The Captain laughed aloud. ‘Bad luck!’ For the ship’s company that must be the one flaw in an otherwise perfect morning. There were a lot of the hands on the upper deck now, smiling and pointing. He felt bound to them as closely as one man can be to another. Later, he wanted to find some words that would give them an idea of that. And something about
Marlborough
, too, the ship he loved, the ship they had all striven for.

‘Trawlers ahead, sir,’ said the signalman, breaking in on his thoughts. ‘Three of them. I think they’re sweeping.’

Back to civilization: to lights, harbours, dawn mine-sweepers, patrolling aircraft, a guarded fairway.
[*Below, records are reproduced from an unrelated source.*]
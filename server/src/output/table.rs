//! Table writer: aligned columns for a terminal.
//!
//! The header states the input, method, units of lengths and strains, the shear and
//! angle conventions and the parameters. Each section lists its columns with unit and
//! meaning, then the rows under a two-line heading (names, then units). The footer
//! gives the counts and the caution line.
//!
//! Numbers are written with a fixed precision chosen by unit: microstrain 0.1, mm 0.01,
//! m 0.00001, deg 0.01, strain and rad in exponent form with 4 significant digits,
//! dimensionless values with 4 decimals (exponent form outside 1e-3 … 1e7).
//! NaN and infinities are shown as `-`.

use std::fmt::Write as _;
use std::io::{self, Write};

use super::{
    ANGLE_CONVENTION, CAUTION, Cell, Column, Footer, Header, RowSink, SHEAR_CONVENTION, Schema,
    Section,
};

/// Rows of a section held back to size its columns; later rows stream with those
/// widths (a wider cell then pushes its row out of line, nothing is cut).
pub const WIDTH_SAMPLE: usize = 1000;

/// Streaming table writer over any `io::Write`.
pub struct TableSink<W: Write> {
    out: W,
    schema: Schema,
    /// Formatted cells of held-back rows, and whether each cell is numeric.
    held: Vec<Vec<(String, bool)>>,
    /// Column widths and right alignment, once fixed for the open section.
    layout: Option<Vec<(usize, bool)>>,
    rows_in_section: u64,
}

impl<W: Write> TableSink<W> {
    /// A writer over `out`.
    pub fn new(out: W) -> Self {
        Self {
            out,
            schema: Schema::default(),
            held: Vec::new(),
            layout: None,
            rows_in_section: 0,
        }
    }

    /// Give the underlying writer back.
    pub fn into_inner(self) -> W {
        self.out
    }

    fn columns(&self) -> &[Column] {
        self.schema
            .current
            .map(|i| self.schema.sections[i].columns.as_slice())
            .unwrap_or(&[])
    }

    /// Fix the widths from the held rows, write the column heading and the held rows.
    fn fix_layout(&mut self) -> io::Result<()> {
        let cols = self.columns().to_vec();
        let mut layout: Vec<(usize, bool)> = cols
            .iter()
            .map(|c| (c.name.chars().count().max(c.unit.chars().count()), false))
            .collect();
        for row in &self.held {
            for (j, (text, numeric)) in row.iter().enumerate() {
                layout[j].0 = layout[j].0.max(text.chars().count());
                layout[j].1 |= *numeric;
            }
        }
        let names: Vec<String> = cols.iter().map(|c| c.name.to_owned()).collect();
        let units: Vec<String> = cols.iter().map(|c| c.unit.to_owned()).collect();
        write_line(&mut self.out, &layout, names.iter().map(String::as_str))?;
        if units.iter().any(|u| !u.is_empty()) {
            write_line(&mut self.out, &layout, units.iter().map(String::as_str))?;
        }
        for row in std::mem::take(&mut self.held) {
            write_line(&mut self.out, &layout, row.iter().map(|(t, _)| t.as_str()))?;
        }
        self.layout = Some(layout);
        Ok(())
    }

    /// Write out whatever of the open section is still held back.
    fn close_section(&mut self) -> io::Result<()> {
        if self.schema.current.is_some() {
            if self.layout.is_none() {
                self.fix_layout()?;
            }
            if self.rows_in_section == 0 {
                writeln!(self.out, "  (no rows)")?;
            }
        }
        self.layout = None;
        Ok(())
    }

    fn section_heading(&mut self, section: &Section) -> io::Result<()> {
        writeln!(self.out)?;
        writeln!(self.out, "{}", section.name)?;
        let unit = |c: &Column| {
            if c.unit.is_empty() {
                String::new()
            } else {
                format!("[{}]", c.unit)
            }
        };
        let w = section.columns.iter().map(|c| c.name.chars().count()).max();
        let uw = section
            .columns
            .iter()
            .map(|c| unit(c).chars().count())
            .max();
        let (w, uw) = (w.unwrap_or(0), uw.unwrap_or(0));
        for c in &section.columns {
            let line = format!("  {:<w$}  {:<uw$}  {}", c.name, unit(c), c.meaning);
            writeln!(self.out, "{}", line.trim_end())?;
        }
        writeln!(self.out)
    }
}

fn write_line<'a>(
    out: &mut impl Write,
    layout: &[(usize, bool)],
    cells: impl Iterator<Item = &'a str>,
) -> io::Result<()> {
    let mut line = String::with_capacity(128);
    for (j, text) in cells.enumerate() {
        let (w, right) = layout.get(j).copied().unwrap_or((0, false));
        if j > 0 {
            line.push_str("  ");
        }
        let pad = w.saturating_sub(text.chars().count());
        if right {
            line.extend(std::iter::repeat_n(' ', pad));
            line.push_str(text);
        } else {
            line.push_str(text);
            line.extend(std::iter::repeat_n(' ', pad));
        }
    }
    writeln!(out, "{}", line.trim_end())
}

/// Text of a number in a column of unit `unit`, with the precision described above.
pub(crate) fn format_number(v: f64, unit: &str) -> String {
    if !v.is_finite() {
        return "-".into();
    }
    match unit {
        "microstrain" => format!("{v:.1}"),
        "mm" => format!("{v:.2}"),
        "m" => format!("{v:.5}"),
        // Rigid rotations of structures are tiny (50 µrad ≈ 0.003°): keep five decimals
        // below one degree so they do not print as 0.00.
        "deg" if v.abs() < 1.0 => format!("{v:.5}"),
        "deg" => format!("{v:.2}"),
        "strain" | "rad" => format!("{v:.3e}"),
        _ => {
            let a = v.abs();
            if a != 0.0 && !(1e-3..1e7).contains(&a) {
                format!("{v:.3e}")
            } else {
                format!("{v:.4}")
            }
        }
    }
}

fn cell_text(c: &Cell, unit: &str) -> (String, bool) {
    match c {
        Cell::Text(s) => (s.clone(), false),
        Cell::List(v) => (v.join(" "), false),
        Cell::Int(i) => (i.to_string(), true),
        Cell::Num(x) => (format_number(*x, unit), true),
        Cell::Bool(b) => ((if *b { "yes" } else { "no" }).into(), false),
        Cell::Empty => (String::new(), false),
    }
}

impl<W: Write> RowSink for TableSink<W> {
    fn begin(&mut self, header: &Header, sections: &[Section]) -> io::Result<()> {
        self.schema.begin(sections)?;
        let o = &mut self.out;
        writeln!(o, "Kinema {} · kinema analyze", header.kinema_version)?;
        writeln!(
            o,
            "input:       {} ({} points, {}D)",
            header.input, header.points, header.dimension
        )?;
        writeln!(o, "method:      {}", header.method)?;
        writeln!(
            o,
            "length unit: {} (coordinates, displacements, distances)",
            header.length_unit.label()
        )?;
        writeln!(o, "strain unit: {}", header.strain_unit.label())?;
        writeln!(o, "shear:       {SHEAR_CONVENTION}")?;
        writeln!(o, "angles:      {ANGLE_CONVENTION}")?;
        if !header.parameters.is_empty() {
            let mut line = String::new();
            for (i, (k, v)) in header.parameters.iter().enumerate() {
                if i > 0 {
                    line.push_str(", ");
                }
                let _ = write!(line, "{k} = {}", parameter_text(v));
            }
            writeln!(o, "parameters:  {line}")?;
        }
        Ok(())
    }

    fn section(&mut self, name: &str) -> io::Result<()> {
        self.close_section()?;
        let i = self.schema.enter(name)?;
        let section = self.schema.sections[i].clone();
        self.section_heading(&section)?;
        self.rows_in_section = 0;
        Ok(())
    }

    fn row(&mut self, cells: &[Cell]) -> io::Result<()> {
        let cols = self.schema.check_row(cells)?;
        let formatted: Vec<(String, bool)> = cells
            .iter()
            .zip(cols)
            .map(|(c, col)| cell_text(c, col.unit))
            .collect();
        self.rows_in_section += 1;
        match &self.layout {
            Some(layout) => write_line(
                &mut self.out,
                layout,
                formatted.iter().map(|(t, _)| t.as_str()),
            ),
            None => {
                self.held.push(formatted);
                if self.held.len() >= WIDTH_SAMPLE {
                    self.fix_layout()?;
                }
                Ok(())
            }
        }
    }

    fn finish(&mut self, footer: &Footer) -> io::Result<()> {
        self.close_section()?;
        for i in self.schema.finish()? {
            let section = self.schema.sections[i].clone();
            self.section_heading(&section)?;
            writeln!(self.out, "  (no rows)")?;
        }
        writeln!(self.out)?;
        let mut counts = format!(
            "accepted: {}, rejected: {}",
            footer.accepted, footer.rejected
        );
        if !footer.rejected_by_reason.is_empty() {
            let parts: Vec<String> = footer
                .rejected_by_reason
                .iter()
                .map(|(r, n)| format!("{r}: {n}"))
                .collect();
            let _ = write!(counts, " ({})", parts.join(", "));
        }
        writeln!(self.out, "{counts}")?;
        for n in &footer.notes {
            writeln!(self.out, "note: {n}")?;
        }
        writeln!(self.out, "{CAUTION}")?;
        self.out.flush()
    }
}

fn parameter_text(c: &Cell) -> String {
    match c {
        Cell::Num(x) if x.is_finite() => super::round_trip(*x),
        other => cell_text(other, "").0,
    }
}

#[cfg(test)]
mod tests {
    use super::super::sample;
    use super::*;

    fn render() -> String {
        let mut s = TableSink::new(Vec::new());
        sample::write(&mut s).expect("write");
        String::from_utf8(s.into_inner()).expect("utf-8")
    }

    #[test]
    fn states_units_conventions_counts_and_caution() {
        let t = render();
        assert!(t.contains("length unit: mm"), "{t}");
        assert!(t.contains("strain unit: microstrain"), "{t}");
        assert!(t.contains(SHEAR_CONVENTION), "{t}");
        assert!(
            t.contains("exy       [microstrain]  tensor shear strain exy = gxy/2"),
            "{t}"
        );
        assert!(
            t.contains("theta1    [deg]          direction of e1"),
            "{t}"
        );
        assert!(t.contains("parameters:  min_angle_deg = 10.0"), "{t}");
        assert!(
            t.contains("accepted: 2, rejected: 1 (minimum angle: 1)"),
            "{t}"
        );
        assert!(t.trim_end().ends_with(CAUTION), "{t}");
        assert!(!t.contains("NaN"), "{t}");
    }

    #[test]
    fn rows_are_aligned_with_fixed_precision() {
        let t = render();
        let lines: Vec<&str> = t.lines().collect();
        let head = lines
            .iter()
            .position(|l| l.starts_with("label"))
            .expect("heading row");
        let e1 = lines[head + 2];
        let e2 = lines[head + 3];
        assert!(e1.starts_with("E1 "), "{e1}");
        assert!(e2.starts_with("E2, \"quoted\""), "{e2}");
        // Numbers are right-aligned: the exx values end in the same column.
        let end = |line: &str, needle: &str| line.find(needle).map(|i| i + needle.len());
        assert_eq!(end(e1, "212.5"), end(e2, "0.0"), "{e1}\n{e2}");
        assert!(e1.contains("33.25") && e1.contains("-0.1") && e1.contains("yes"));
        assert!(e2.contains(" - "), "NaN shown as -: {e2}");
        assert!(
            t.contains("E3     T1 T2 T9  minimum angle 4.2 deg below 10 deg"),
            "{t}"
        );
    }

    #[test]
    fn precision_by_unit() {
        assert_eq!(format_number(212.54, "microstrain"), "212.5");
        assert_eq!(format_number(0.0125, "m"), "0.01250");
        assert_eq!(format_number(12.5, "mm"), "12.50");
        assert_eq!(format_number(2.125e-4, "strain"), "2.125e-4");
        assert_eq!(format_number(1.5, ""), "1.5000");
        assert_eq!(format_number(2.0e-6, ""), "2.000e-6");
        assert_eq!(format_number(f64::INFINITY, "deg"), "-");
        assert_eq!(format_number(-24.294, "deg"), "-24.29");
        assert_eq!(format_number(0.0028648, "deg"), "0.00286");
    }
}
‘Call them up, signalman.’

But one of the trawlers was already flashing to them. The signalman acknowledged the message, and said: ‘From the trawler, sir: “Can I help you?”’

‘Make “Thank you. Are you going into Londonderry?”’ A pause, while the lamps flickered. Then: ‘Reply “Yes”, sir!’
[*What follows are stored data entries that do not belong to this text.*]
//! JSON writer: one document, written incrementally, one row per line.
//!
//! ```text
//! { "kinema_version", "input", "points", "dimension", "method", "length_unit",
//!   "strain_unit", "shear_convention", "angle_convention", "caution",
//!   "parameters": {name: value},
//!   "columns": {"<section>": [{"name", "key", "unit", "meaning"}]},
//!   "<section>": [{"<key>": value, …}, …],   (one member per declared section)
//!   "summary": {"accepted", "rejected", "rejected_by_reason": {reason: count}, "notes": [..]} }
//! ```
//! Row members are the column keys with their unit suffix (`exx_microstrain`).
//! Non-finite numbers are written as `null`; the output never holds `NaN`.

use std::io::{self, Write};

use serde_json::Value;

use super::{
    ANGLE_CONVENTION, CAUTION, Cell, Column, Footer, Header, RowSink, SHEAR_CONVENTION, Schema,
    Section, finite, misuse,
};

/// Top-level members that a section name may not take.
const RESERVED: [&str; 13] = [
    "kinema_version",
    "input",
    "points",
    "dimension",
    "method",
    "length_unit",
    "strain_unit",
    "shear_convention",
    "angle_convention",
    "caution",
    "parameters",
    "columns",
    "summary",
];

/// Streaming JSON writer over any `io::Write`.
pub struct JsonSink<W: Write> {
    out: W,
    schema: Schema,
    /// Keys (`name_unit`) of each section's columns, JSON-encoded with their quotes.
    keys: Vec<Vec<String>>,
    /// Rows written in the open section so far.
    rows_in_section: u64,
}

impl<W: Write> JsonSink<W> {
    /// A writer over `out`.
    pub fn new(out: W) -> Self {
        Self {
            out,
            schema: Schema::default(),
            keys: Vec::new(),
            rows_in_section: 0,
        }
    }

    /// Give the underlying writer back.
    pub fn into_inner(self) -> W {
        self.out
    }

    fn value<T: serde::Serialize + ?Sized>(&mut self, v: &T) -> io::Result<()> {
        serde_json::to_writer(&mut self.out, v).map_err(io::Error::other)
    }

    fn member<T: serde::Serialize + ?Sized>(&mut self, key: &str, v: &T) -> io::Result<()> {
        self.out.write_all(b",\n")?;
        self.value(key)?;
        self.out.write_all(b": ")?;
        self.value(v)
    }

    fn close_section(&mut self) -> io::Result<()> {
        if self.schema.current.is_some() {
            self.out.write_all(if self.rows_in_section == 0 {
                b"]"
            } else {
                b"\n]"
            })?;
        }
        Ok(())
    }
}

/// JSON value of one cell.
pub(crate) fn cell_value(c: &Cell) -> Value {
    match c {
        Cell::Text(s) => Value::String(s.clone()),
        Cell::List(v) => Value::Array(v.iter().cloned().map(Value::String).collect()),
        Cell::Int(i) => Value::from(*i),
        Cell::Num(x) => finite(*x).map_or(Value::Null, Value::from),
        Cell::Bool(b) => Value::Bool(*b),
        Cell::Empty => Value::Null,
    }
}

fn column_value(c: &Column) -> Value {
    serde_json::json!({
        "name": c.name,
        "key": c.key(),
        "unit": c.unit,
        "meaning": c.meaning,
    })
}

impl<W: Write> RowSink for JsonSink<W> {
    fn begin(&mut self, header: &Header, sections: &[Section]) -> io::Result<()> {
        if let Some(s) = sections.iter().find(|s| RESERVED.contains(&s.name)) {
            return Err(misuse(&format!(
                "section name `{}` is a reserved JSON member",
                s.name
            )));
        }
        self.schema.begin(sections)?;
        self.keys = sections
            .iter()
            .map(|s| {
                s.columns
                    .iter()
                    .map(|c| Value::String(c.key()).to_string())
                    .collect()
            })
            .collect();
        self.out.write_all(b"{\n")?;
        self.value("kinema_version")?;
        self.out.write_all(b": ")?;
        self.value(header.kinema_version)?;
        self.member("input", &header.input)?;
        self.member("points", &header.points)?;
        self.member("dimension", &header.dimension)?;
        self.member("method", &header.method)?;
        self.member("length_unit", header.length_unit.label())?;
        self.member("strain_unit", header.strain_unit.label())?;
        self.member("shear_convention", SHEAR_CONVENTION)?;
        self.member("angle_convention", ANGLE_CONVENTION)?;
        self.member("caution", CAUTION)?;
        let params: serde_json::Map<String, Value> = header
            .parameters
            .iter()
            .map(|(k, v)| (k.clone(), cell_value(v)))
            .collect();
        self.member("parameters", &params)?;
        let columns: serde_json::Map<String, Value> = sections
            .iter()
            .map(|s| {
                (
                    s.name.to_owned(),
                    Value::Array(s.columns.iter().map(column_value).collect()),
                )
            })
            .collect();
        self.member("columns", &columns)
    }

    fn section(&mut self, name: &str) -> io::Result<()> {
        self.close_section()?;
        self.schema.enter(name)?;
        self.out.write_all(b",\n")?;
        self.value(name)?;
        self.out.write_all(b": [")?;
        self.rows_in_section = 0;
        Ok(())
    }

    fn row(&mut self, cells: &[Cell]) -> io::Result<()> {
        self.schema.check_row(cells)?;
        let i = self.schema.current.unwrap_or(0);
        self.out.write_all(if self.rows_in_section == 0 {
            b"\n{"
        } else {
            b",\n{"
        })?;
        for (j, cell) in cells.iter().enumerate() {
            if j > 0 {
                self.out.write_all(b", ")?;
            }
            self.out.write_all(self.keys[i][j].as_bytes())?;
            self.out.write_all(b": ")?;
            let v = cell_value(cell);
            self.value(&v)?;
        }
        self.out.write_all(b"}")?;
        self.rows_in_section += 1;
        Ok(())
    }

    fn finish(&mut self, footer: &Footer) -> io::Result<()> {
        self.close_section()?;
        for i in self.schema.finish()? {
            let name = self.schema.sections[i].name;
            self.out.write_all(b",\n")?;
            self.value(name)?;
            self.out.write_all(b": []")?;
        }
        let by_reason: serde_json::Map<String, Value> = footer
            .rejected_by_reason
            .iter()
            .map(|(k, n)| (k.clone(), Value::from(*n)))
            .collect();
        let summary = serde_json::json!({
            "accepted": footer.accepted,
            "rejected": footer.rejected,
            "rejected_by_reason": by_reason,
            "notes": footer.notes,
        });
        self.member("summary", &summary)?;
        self.out.write_all(b"\n}\n")?;
        self.out.flush()
    }
}

#[cfg(test)]
mod tests {
    use super::super::sample;
    use super::*;

    #[test]
    fn round_trips_through_serde_json() {
        let mut s = JsonSink::new(Vec::new());
        sample::write(&mut s).expect("write");
        let text = String::from_utf8(s.into_inner()).expect("utf-8");
        assert!(!text.contains("NaN"), "{text}");
        let v: Value = serde_json::from_str(&text).expect("valid JSON");
        assert_eq!(v["method"], "delaunay");
        assert_eq!(v["length_unit"], "mm");
        assert_eq!(v["strain_unit"], "microstrain");
        assert_eq!(v["caution"], CAUTION);
        assert_eq!(v["shear_convention"], SHEAR_CONVENTION);
        assert_eq!(v["parameters"]["min_angle_deg"], 10.0);
        assert_eq!(v["columns"]["elements"][1]["key"], "exx_microstrain");
        assert_eq!(
            v["columns"]["elements"][2]["meaning"],
            "tensor shear strain exy = gxy/2"
        );
        let rows = v["elements"].as_array().expect("rows");
        assert_eq!(rows.len(), 2);
        assert_eq!(rows[0]["label"], "E1");
        assert_eq!(rows[0]["exx_microstrain"], 212.5);
        assert_eq!(rows[0]["exy_microstrain"], -0.1);
        assert_eq!(rows[0]["theta1_deg"], 33.25);
        assert_eq!(rows[0]["n_points"], 3);
        assert_eq!(rows[0]["exact"], true);
        assert_eq!(rows[1]["label"], "E2, \"quoted\"");
        assert_eq!(rows[1]["exx_microstrain"], 1.0e-7);
        assert!(rows[1]["exy_microstrain"].is_null(), "NaN becomes null");
        assert!(rows[1]["theta1_deg"].is_null());
        let rej = v["rejected"].as_array().expect("rejected");
        assert_eq!(rej.len(), 1);
        assert_eq!(rej[0]["members"], serde_json::json!(["T1", "T2", "T9"]));
        assert_eq!(v["summary"]["accepted"], 2);
        assert_eq!(v["summary"]["rejected"], 1);
        assert_eq!(v["summary"]["rejected_by_reason"]["minimum angle"], 1);
    }

    #[test]
    fn undeclared_entries_are_written_empty() {
        let mut s = JsonSink::new(Vec::new());
        s.begin(&sample::header(), &sample::sections())
            .expect("begin");
        s.finish(&Footer::default()).expect("finish");
        let v: Value = serde_json::from_slice(&s.into_inner()).expect("valid JSON");
        assert_eq!(v["elements"], serde_json::json!([]));
        assert_eq!(v["rejected"], serde_json::json!([]));
    }

    #[test]
    fn reserved_section_names_are_refused() {
        let mut s = JsonSink::new(Vec::new());
        let bad = [Section {
            name: "summary",
            columns: vec![],
        }];
        assert!(s.begin(&sample::header(), &bad).is_err());
    }
}
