fn test_columns(s: &'static str) -> [Column; 5] {
    [
        Column::new(
            "mds",
            s,
            "minimal detectable strain: the smallest strain, in its least favourable combination of components, that the strain test detects with 80 % power at --alpha (Baarda's reliability measure; chi-square approximation, optimistic for an F test with few degrees of freedom)",
        ),
        Column::new(
            "strain_test",
            "",
            "test of H0 'no strain' on the strain components only: chi2(m) with the a-priori variance factor, F(m, r) with the estimated one",
        ),
        Column::new("strain_test_statistic", "", "test statistic"),
        Column::new(
            "strain_p_value",
            "",
            "probability of a statistic at least this large when there is no strain",
        ),
        Column::new(
            "strain_significant",
            "",
            "true when H0 is rejected at --alpha: the strain is larger than the survey noise explains",
        ),
    ]
}

/// Columns of the precision block of a 2D row: standard deviations propagated to first
/// order from the covariance of `G`, and the test of whether the strain is real. Empty
/// cells when the points state no precision (or a fit has nothing to estimate it from).
pub fn uncertainty_columns2(u: Units) -> Vec<Column> {
    let s = u.strain.label();
    let mut c = vec![
        Column::new("sd_exx", s, "standard deviation of exx"),
        Column::new("sd_eyy", s, "standard deviation of eyy"),
        Column::new(
            "sd_exy",
            s,
            "standard deviation of the tensor shear strain exy",
        ),
        Column::new("sd_rotation", "deg", "standard deviation of the rotation"),
        Column::new("sd_evol", s, "standard deviation of the volumetric strain"),
        Column::new("sd_e1", s, "standard deviation of e1 (empty when e1 = e2)"),
        Column::new("sd_e2", s, "standard deviation of e2"),
        Column::new(
            "sd_theta1",
            "deg",
            "standard deviation of theta1; empty when the direction is not meaningful",
        ),
        Column::new(
            "sd_max_shear_engineering",
            s,
            "standard deviation of the engineering maximum shear strain e1 - e2",
        ),
        Column::new(
            "direction_meaningful",
            "",
            "false when the Mohr radius is below k = 2 of its standard deviations: the state is isotropic within the noise and theta1 means nothing",
        ),
    ];
    c.extend(test_columns(s));
    c
}

/// Columns of the precision block of a 3D row (see [`uncertainty_columns2`]).
pub fn uncertainty_columns3(u: Units) -> Vec<Column> {
    let s = u.strain.label();
    let mut c = vec![
        Column::new("sd_exx", s, "standard deviation of exx"),
        Column::new("sd_eyy", s, "standard deviation of eyy"),
        Column::new("sd_ezz", s, "standard deviation of ezz"),
        Column::new(
            "sd_exy",
            s,
            "standard deviation of the tensor shear strain exy",
        ),
        Column::new(
            "sd_eyz",
            s,
            "standard deviation of the tensor shear strain eyz",
        ),
        Column::new(
            "sd_exz",
            s,
            "standard deviation of the tensor shear strain exz",
        ),
        Column::new("sd_evol", s, "standard deviation of the volumetric strain"),
        Column::new("sd_e1", s, "standard deviation of e1 (empty when repeated)"),
        Column::new("sd_e2", s, "standard deviation of e2 (empty when repeated)"),
        Column::new("sd_e3", s, "standard deviation of e3 (empty when repeated)"),
        Column::new(
            "sd_max_shear_engineering",
            s,
            "standard deviation of the engineering maximum shear strain e1 - e3",
        ),
        Column::new(
            "direction_meaningful",
            "",
            "false when a principal gap is below k = 2 of its standard deviations: some principal directions mean nothing",
        ),
    ];
    c.extend(test_columns(s));
    c
}

fn test_cells(mds: Option<f64>, t: Option<&TestResult>, u: Units, row: &mut Vec<Cell>) {
    row.push(mds.map_or(Cell::Empty, |v| u.s(v)));
    match t {
        Some(t) => {
            let name = match t.dof2 {
                Some(r) => format!("F({},{r})", t.dof1),
                None => format!("chi2({})", t.dof1),
            };
            row.extend([
                Cell::Text(name),
                Cell::Num(t.statistic),
                Cell::Num(t.p_value),
                Cell::Bool(t.significant),
            ]);
        }
        None => row.extend(std::iter::repeat_n(Cell::Empty, 4)),
    }
}

/// Append the precision cells of a 2D row.
pub fn uncertainty_cells2(
    un: Option<&Uncertainty2>,
    mds: Option<f64>,
    test: Option<&TestResult>,
    u: Units,
    row: &mut Vec<Cell>,
) {
    match un {
        Some(x) => row.extend([
            u.s(x.sd_exx),
            u.s(x.sd_eyy),
            u.s(x.sd_exy),
            deg(x.sd_rotation),
            u.s(x.sd_volumetric),
            x.sd_e1.map_or(Cell::Empty, |v| u.s(v)),
            x.sd_e2.map_or(Cell::Empty, |v| u.s(v)),
            x.sd_theta1.map_or(Cell::Empty, deg),
            x.sd_max_shear_engineering.map_or(Cell::Empty, |v| u.s(v)),
            Cell::Bool(!x.near_isotropic),
        ]),
        None => row.extend(std::iter::repeat_n(Cell::Empty, 10)),
    }
    test_cells(mds, test, u, row);
}

/// Append the precision cells of a 3D row.
pub fn uncertainty_cells3(
    un: Option<&Uncertainty3>,
    mds: Option<f64>,
    test: Option<&TestResult>,
    u: Units,
    row: &mut Vec<Cell>,
) {
    match un {
        Some(x) => {
            row.extend([
                u.s(x.sd_exx),
                u.s(x.sd_eyy),
                u.s(x.sd_ezz),
                u.s(x.sd_exy),
                u.s(x.sd_eyz),
                u.s(x.sd_exz),
                u.s(x.sd_volumetric),
            ]);
            row.extend(x.sd_principal.map(|v| v.map_or(Cell::Empty, |v| u.s(v))));
            row.push(x.sd_max_shear_engineering.map_or(Cell::Empty, |v| u.s(v)));
            row.push(Cell::Bool(!x.gap_flagged.iter().any(|&f| f)));
        }
        None => row.extend(std::iter::repeat_n(Cell::Empty, 12)),
    }
    test_cells(mds, test, u, row);
}
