fn solve_one(
    r: &RosetteRows,
    req: &RosetteRequest,
    opts: &KinematicsOptions,
) -> Result<Outcome, CliError> {
    let res = match solve(&r.gauges, &req.corrections) {
        Ok(res) => res,
        Err(e @ CoreError::SingularRosette { .. }) => {
            return Ok(Outcome::Rejected {
                reason: e.to_string(),
                kind: "near-singular layout",
            });
        }
        Err(e) => {
            return Err(usage(format!("rosette `{}`: {e}", r.id)));
        }
    };
    let st = res.strain;
    // The strain tensor as a gradient with zero rotation: G = ε.
    let g = Matrix2::new(st.exx, st.exy, st.exy, st.eyy);
    let k = match analyze2(&g, opts) {
        Ok(k) => k,
        Err(e) => {
            return Ok(Outcome::Rejected {
                reason: format!("strain state not computed: {e}"),
                kind: "strain state not computed",
            });
        }
    };
    let u = req.units;
    let mut cells = vec![
        Cell::Text(r.id.clone()),
        Cell::List(res.gauges.clone()),
        Cell::Empty,
        Cell::Empty,
    ];
    columns::strain_cells2(&k, u, &mut cells);
    blank_unmeasured(&mut cells, u);
    rosette_cells(&res, u, &mut cells);
    if let Some(s) = &req.stress
        && let Err(e) = s.cells(&g, &mut cells)
    {
        return Ok(Outcome::Rejected {
            reason: format!("stress not computed: {e}"),
            kind: "stress not computed",
        });
    }
    Ok(Outcome::Row {
        cells,
        adequate: k.adequacy.adequate,
    })
}
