/// The batches of a structure, oldest first.
#[utoipa::path(get, path = "/v1/structures/{id}/batches", tag = "readings",
    params(("id" = String, Path, description = "The client's asset ID"), PageQuery),
    security(("api_key" = [])),
    responses(
        (status = 200, description = "A page of batches", body = BatchPage),
        (status = 401, description = "No valid API key", body = Problem, content_type = "application/problem+json"),
        (status = 404, description = "No such structure", body = Problem, content_type = "application/problem+json"),
        (status = 422, description = "Bad cursor or limit", body = Problem, content_type = "application/problem+json"),
    ))]
pub async fn list_batches(
    State(state): State<AppState>,
    caller: Caller,
    Path(id): Path<String>,
    ApiQuery(q): ApiQuery<PageQuery>,
) -> Result<axum::Json<BatchPage>, ApiError> {
    caller.structure(&state, Scope::Read, &id).await?;
    let limit = q.limit()?;
    let after = q
        .after::<(i64, Uuid)>()?
        .map(|(us, id)| {
            from_unix_micros(us).map(|t| (t, id)).ok_or_else(|| {
                ApiError::field("/cursor", "the cursor is not one this service issued")
            })
        })
        .transpose()?;
    let mut items = state.store.list_batches(&id, after, limit + 1).await?;
    let next_cursor =
        Page::from_overfetch(&mut items, limit, |b| (to_unix_micros(b.received_at), b.id));
    Ok(axum::Json(BatchPage { items, next_cursor }))
}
‘Right. Make: “Will you pass a message to the Port War Signal Station for me please?”’

Another pause. ‘Reply, “Certainly”, sir.’

The Captain drew a long breath, conscious deep within him of an enormous satisfaction. ‘Write this down, and then send it to them. “To Flag Officer in Charge, Londonderry, v
Marlborough
. HMS
Marlborough
will enter harbour at 1300 today. Ship is severely damaged above and below waterline. Request pilot, tugs, dockyard assistance, and burial arrangements for one officer and seventy-four ratings.” Got that?’

‘Yes, sir.’

‘Right. Send it off … Bridger!’

‘Sir?’

‘Ask the surgeon-lieutenant to relieve me for an hour. I’m going to have a shave. And wash. And change. And then eat.’

Book Two: Leave Cancelled
 
1

While I was waiting for you in the foyer of that superb hotel, I started talking with the head porter. Once, during the time when we were getting engaged, you said to me: ‘I think you talk to people – strangers – for a funny reason: not because you really want to, but as if you had to prove that you can make friends with anyone.’

This was one of your more acute comments, sweetheart; there
is
some kind of back-handed conceit which prompts this habit of mine. But it really sprang originally from my being rather undersized and shy when I was younger, and having never quite emerged from the continuous ordeal which that entailed. It’s a habit that pays dividends, at all events.